Data supplied Start Marker
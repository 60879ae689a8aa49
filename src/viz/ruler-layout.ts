import { scaleLinear, scaleLog } from '@visx/scale';
import { decades, formatDecade, tickFormatter } from './format-tick';
import type { BoundRulerProps } from './types';

export interface RulerAxis {
  log: boolean;
  domain: readonly [number, number];
  x(value: number): number;
  ticks: readonly number[];
  /** Unlabelled ticks between the decades. */
  minor: readonly number[];
  format(value: number): string;
}

/** Every number the ruler has to show. */
function numbersOf({ entries, bounds }: Pick<BoundRulerProps, 'entries' | 'bounds'>): number[] {
  const values = entries.flatMap((entry) => [entry.value, ...entry.interval]);
  return [...values, ...bounds.map((bound) => bound.value)].filter(Number.isFinite);
}

/** Whole decades around the numbers with a little room, two at least. */
function decadeDomain(numbers: readonly number[]): [number, number] {
  const lo = Math.floor(Math.log10(Math.min(...numbers) * 0.8));
  const hi = Math.ceil(Math.log10(Math.max(...numbers) * 1.6));
  return [10 ** lo, 10 ** Math.max(hi, lo + 2)];
}

/** One logarithmic axis; a linear one when a number is zero or less (an entropy may be), which a logarithm cannot hold. */
export function buildRulerAxis(
  props: Pick<BoundRulerProps, 'entries' | 'bounds'>,
  left: number,
  width: number,
): RulerAxis {
  const numbers = numbersOf(props);
  const range = [left, left + width];
  if (numbers.length > 0 && numbers.every((value) => value > 0)) {
    const domain = decadeDomain(numbers);
    const scale = scaleLog<number>({ domain, range });
    const ticks = decades(...domain);
    const minor = ticks.slice(0, -1).flatMap((decade) => [2, 3, 4, 5, 6, 7, 8, 9].map((k) => k * decade));
    return { log: true, domain, x: (value) => scale(value), ticks, minor, format: formatDecade };
  }
  const [lo, hi] = numbers.length > 0 ? [Math.min(...numbers), Math.max(...numbers)] : [0, 1];
  const pad = (hi - lo) * 0.15 || 1;
  const scale = scaleLinear<number>({ domain: [lo - pad, hi + pad], range, nice: true });
  const [from = lo, to = hi] = scale.domain();
  const ticks = scale.ticks(6);
  return {
    log: false,
    domain: [from, to],
    x: (value) => scale(value),
    ticks,
    minor: [],
    format: tickFormatter(ticks),
  };
}

interface RulerRoom {
  left: number;
  width: number;
  right: number;
}

/** The axis, shortened where a bound's label would run out of the plot at its right. Never below half the room. */
export function fitRulerAxis(
  props: Pick<BoundRulerProps, 'entries' | 'bounds'>,
  { left, width, right }: RulerRoom,
  sorted: readonly { value: number }[],
  labelWidths: readonly number[],
): RulerAxis {
  const whole = Math.max(1, width - left - right);
  const axis = buildRulerAxis(props, left, whole);
  const fits = sorted.map(({ value }, i) => {
    const share = (axis.x(value) - left) / whole;
    return share > 0 ? (width - left - labelWidths[i]!) / share : whole;
  });
  const length = Math.max(whole / 2, Math.min(whole, ...fits));
  return length === whole ? axis : buildRulerAxis(props, left, length);
}

/** A label beside its mark, where it crosses neither a bound nor the edge: at the right if it fits, else at the left. */
export function placeRulerLabel(
  mark: { from: number; to: number },
  width: number,
  walls: readonly number[],
): { x: number; anchor: 'start' | 'end' } {
  const crosses = (from: number, to: number): boolean => walls.some((wall) => wall > from && wall < to);
  const right = { x: mark.to, anchor: 'start' } as const;
  if (!crosses(mark.to, mark.to + width)) return right;
  const fitsLeft = mark.from - width >= 0 && !crosses(mark.from - width, mark.from);
  return fitsLeft ? { x: mark.from, anchor: 'end' } : right;
}
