import { HeatmapRect } from '@visx/heatmap';
import { memo, useEffect, useMemo, useRef, useState } from 'react';
import type { MapData } from '../../shared/contracts/output';
import { type ColourScale, paletteIndex } from './colour-scale';
import { runInSteps } from './in-steps';
import type { BinTransform } from './map-layout';
import { gridOf, isBlank } from './map-values';
import type { PlotRect } from './PlotAxes';
import type { Palette } from './palettes';
import { drawRaster, paintRaster, type Raster } from './raster';

interface RectsProps {
  map: MapData;
  scale: ColourScale;
  palette: Palette;
}

interface Column {
  bins: { colour: number | null }[];
}

function buildColumns(map: MapData, scale: ColourScale): Column[] {
  const { nx, ny } = gridOf(map);
  return Array.from({ length: nx }, (_, ix) => ({
    bins: Array.from({ length: ny }, (_, iy) => {
      const index = iy * nx + ix;
      return { colour: isBlank(map, index) ? null : paletteIndex(scale, map.data[index]!) };
    }),
  }));
}

/** Small maps, one rectangle a bin in bin units: zoom and pan move the group, the rectangles are not made again. */
export const MapRects = memo(function MapRects({ map, scale, palette }: RectsProps) {
  const columns = useMemo(() => buildColumns(map, scale), [map, scale]);
  return (
    <HeatmapRect
      data={columns}
      bins={(column: Column) => column.bins}
      count={(bin) => bin.colour ?? -1}
      xScale={(ix) => ix}
      yScale={(iy) => iy}
      binWidth={1}
      binHeight={1}
      gap={0}
      colorScale={(place) => palette.css[Number(place)] ?? 'none'}
      shapeRendering="crispEdges"
    />
  );
});

const NOTHING: Raster = { image: null, blank: null };

/** The map painted, in short tasks; what was painted before stays until it is. */
function useRaster(map: MapData, scale: ColourScale, palette: Palette, blank: number): Raster {
  const [raster, setRaster] = useState(NOTHING);
  useEffect(() => {
    let painted = NOTHING;
    const steps = paintRaster(map, scale, palette, blank, (done) => {
      painted = done;
    });
    return runInSteps(steps, () => setRaster(painted));
  }, [map, scale, palette, blank]);
  return raster;
}

interface CanvasProps extends RectsProps {
  blank: number;
  rect: PlotRect;
  transform: BinTransform;
}

/** Large maps: a look-up table of 32-bit pixels, painted once, placed at every zoom. */
export function MapCanvas({ map, scale, palette, blank, rect, transform }: CanvasProps) {
  const ref = useRef<HTMLCanvasElement>(null);
  const { image, blank: blankImage } = useRaster(map, scale, palette, blank);
  useEffect(() => {
    const canvas = ref.current;
    const context = canvas?.getContext('2d');
    if (!canvas || !context || image === null) return;
    const frame = requestAnimationFrame(() => {
      const ratio = window.devicePixelRatio || 1;
      canvas.width = Math.round(rect.width * ratio);
      canvas.height = Math.round(rect.height * ratio);
      const hatchColour = getComputedStyle(canvas).getPropertyValue('--color-faint').trim();
      drawRaster(context, image, blankImage, { rect, transform, ratio, hatchColour });
    });
    return () => cancelAnimationFrame(frame);
  }, [image, blankImage, rect, transform]);
  return (
    <canvas
      ref={ref}
      className="absolute"
      style={{
        left: rect.left,
        top: rect.top,
        width: rect.width,
        height: rect.height,
        imageRendering: 'pixelated',
      }}
    />
  );
}
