/** The worker's end: runs one question at a time, in order, and hears cancels in between. */
import { fail, ok } from '../../base/result.ts'
import type { DriveOptions } from '../../base/steps.ts'
import { read } from '../run.ts'
import { Session } from '../session.ts'
import type { FromWorker, ToWorker } from './protocol.ts'

interface Scope {
  onmessage: ((event: { data: ToWorker }) => void) | null
  postMessage(message: FromWorker): void
}

const scope = globalThis as unknown as Scope
const stops = new Map<number, AbortController>()
let session: { plan: number; session: Session; rehearsed: boolean } | null = null
let queue: Promise<void> = Promise.resolve()
/** Stops the rehearsal that runs, or the wait for it. */
let rehearsal = new AbortController()

scope.onmessage = ({ data }) => {
  rehearsal.abort()
  if (data.kind === 'cancel') {
    stops.get(data.id)?.abort()
    return
  }
  const stop = new AbortController()
  stops.set(data.id, stop)
  queue = queue.then(async () => {
    try {
      const tell = stop.signal.aborted ? fail('cancelled', 'stopped before it began') : await told(data, stop.signal)
      scope.postMessage({ kind: 'told', id: data.id, tell })
    } catch (error) {
      scope.postMessage({ kind: 'bug', id: data.id, message: error instanceof Error ? `${error.message}` : String(error) })
    } finally {
      stops.delete(data.id)
    }
  })
}

/** Questions of a drag asked for nothing in the quiet after the first answer: the first drag of a session took four times as long. */
const rehearsedTimes = 4
const quietBefore_ms = 300
/** Above this many panels a rehearsal holds the worker's memory longer than it helps. */
const mostRehearsed = 12_000

function rehearseSoon(on: NonNullable<typeof session>): void {
  const { signal } = (rehearsal = new AbortController())
  setTimeout(() => {
    if (signal.aborted) return
    queue = queue.then(async () => {
      await on.session.rehearse(rehearsedTimes, { signal, sliceMs: 10 })
      on.rehearsed = !signal.aborted
    }).catch(() => {})
  }, quietBefore_ms)
}

/** Progress at most ten times a second: each message costs the page a turn. */
const progressEvery = 100

async function told(question: Exclude<ToWorker, { kind: 'cancel' }>, signal: AbortSignal): Promise<unknown> {
  let last = performance.now()
  const drive: DriveOptions = {
    signal,
    sliceMs: 20,
    onProgress: (progress) => {
      if (performance.now() - last < progressEvery) return
      last = performance.now()
      scope.postMessage({ kind: 'progress', id: question.id, progress })
    },
  }
  switch (question.kind) {
    case 'read': return read(question.ask, drive)
    case 'base':
      session = { plan: question.ask.plan, session: new Session(question.ask.read, question.ask.name), rehearsed: question.ask.read.plan.panelCount > mostRehearsed }
      return ok(null)
    default: {
      if (session === null || session.plan !== question.ask.plan) return fail('no-plan', 'the worker has no such plan')
      const { session: held } = session
      if (question.kind === 'ways') return held.ways(question.ask.count)
      if (question.kind === 'frozen') return held.whyFrozen(question.ask.joint)
      if (question.kind === 'releases') return held.releases(drive)
      if (question.kind === 'cures') return held.cures(drive)
      if (question.kind === 'applied') return held.applied(question.ask.cure)
      if (question.kind === 'oneWay') return held.oneWay(question.ask.joints, drive)
      if (question.kind === 'balance') return held.balanced(question.ask.brief, question.ask.densities, drive)
      if (question.kind === 'mirrors') return ok(held.mirrors())
      if (question.kind === 'surface') return held.surface(question.ask.file, drive)
      if (question.kind === 'files') return held.files(question.ask.csv, drive)
      const { brief, options, target } = question.ask
      const made = await held.answer(brief, options, target, drive)
      if (made.ok && !session.rehearsed) rehearseSoon(session)
      // The page has the plan: a copy of it with every answer would cost it a third of the message.
      return made.ok ? ok({ ...made.value.answer, plan: undefined }) : made
    }
  }
}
Data supplied End Marker
● **What is being asked**
Whenever the word "walls" occurs in a line above, copy that line.

● **Exercise response**
  walls: readonly number[],
  const crosses = (from: number, to: number): boolean => walls.some((wall) => wall > from && wall < to);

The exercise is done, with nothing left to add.